Unfortunatelly this means the bitmask the flag contains. (I looked at it without you cannot be used to tell the hashtable to do insert or update whatever it needs, let’s look in the private method they all call to see if it is true what I am thinking.

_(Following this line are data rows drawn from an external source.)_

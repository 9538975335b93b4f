"""The circuit drawings of the pages, from ``analysis.drawing`` (one SVG per step, all of one
procedure with the same layout; the procedure page draws one step per request)."""

from __future__ import annotations

from collections.abc import Sequence
from typing import Any

from analysis.drawing import DrawingError, circuit_svg, procedure_svgs, step_states


def procedure_drawings(
    source: Any, verdict: dict[str, Any], *, devices: Sequence[str]
) -> list[str]:
    """One SVG per step of ``verdict`` (index = step number), drawn around the devices the
    work is for; none when no device is named or the record cannot be drawn."""
    if not devices:
        return []
    try:
        return procedure_svgs(source, verdict, devices=tuple(devices), highlight=tuple(devices))
    except DrawingError:
        return []


def procedure_step_drawing(
    source: Any, verdict: dict[str, Any], *, step: int, devices: Sequence[str]
) -> str | None:
    """The SVG of one step of ``verdict``, the same bytes as ``procedure_drawings(...)[step]``
    (the layout still makes room for what every step adds, so the drawings of a walk line up)
    at the cost of one graphviz run instead of one per step. None when no device is named,
    the record cannot be drawn or there is no such step."""
    if not devices:
        return None
    try:
        states = step_states(source, verdict)
        if not 0 <= step < len(states):
            return None
        return circuit_svg(
            source,
            state=states[step],
            highlight=tuple(devices),
            devices=tuple(devices),
            layout_states=states,
        )
    except DrawingError:
        return None


def devices_drawing(source: Any, devices: Sequence[str]) -> str | None:
    """The devices' CT circuits and trip paths in the normal state (None: nothing to draw)."""
    if not devices:
        return None
    try:
        return circuit_svg(source, devices=tuple(devices), highlight=tuple(devices))
    except DrawingError:
        return None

static zend_always_inline zval *_zend_hash_str_add_or_update_i(HashTable *ht, const char *str, size_t len, zend_ulong h, zval *pData, uint32_t flag)
{
    zend_string *key;
    uint32_t nIndex;
    uint32_t idx;
    Bucket *p;

    IS_CONSISTENT(ht);
    HT_ASSERT_RC1(ht);

    if (UNEXPECTED(HT_FLAGS(ht) & (HASH_FLAG_UNINITIALIZED|HASH_FLAG_PACKED))) {
        if (EXPECTED(HT_FLAGS(ht) & HASH_FLAG_UNINITIALIZED)) {
            zend_hash_real_init_mixed(ht);
            goto add_to_hash;
        } else {
            zend_hash_packed_to_hash(ht);
        }
    } else if ((flag & HASH_ADD_NEW) == 0) {
        p = zend_hash_str_find_bucket(ht, str, len, h);

        if (p) {
            zval *data;

            if (flag & HASH_ADD) {
                if (!(flag & HASH_UPDATE_INDIRECT)) {
                    return NULL;
                }
                ZEND_ASSERT(&p->val != pData);
                data = &p->val;
                if (Z_TYPE_P(data) == IS_INDIRECT) {
                    data = Z_INDIRECT_P(data);
                    if (Z_TYPE_P(data) != IS_UNDEF) {
                        return NULL;
                    }
                } else {
                    return NULL;
                }
            } else {
                ZEND_ASSERT(&p->val != pData);
                data = &p->val;
                if ((flag & HASH_UPDATE_INDIRECT) && Z_TYPE_P(data) == IS_INDIRECT) {
                    data = Z_INDIRECT_P(data);
                }
            }
            if (ht->pDestructor) {
                ht->pDestructor(data);
            }
            ZVAL_COPY_VALUE(data, pData);
            return data;
        }
    }

    ZEND_HASH_IF_FULL_DO_RESIZE(ht);        /* If the Hash table is full, resize it */

add_to_hash:
    idx = ht->nNumUsed++;
    ht->nNumOfElements++;
    p = ht->arData + idx;
    p->key = key = zend_string_init(str, len, GC_FLAGS(ht) & IS_ARRAY_PERSISTENT);
    p->h = ZSTR_H(key) = h;
    HT_FLAGS(ht) &= ~HASH_FLAG_STATIC_KEYS;
    ZVAL_COPY_VALUE(&p->val, pData);
    nIndex = h | ht->nTableMask;
    Z_NEXT(p->val) = HT_HASH(ht, nIndex);
    HT_HASH(ht, nIndex) = HT_IDX_TO_HASH(idx);

    return &p->val;
}

This means that if I can make this function get HASH_ADD | HASH_UPDATE_INDIRECT I may be able to update the hash table, let’s continue later, this was rough, but I am starting catching concepts.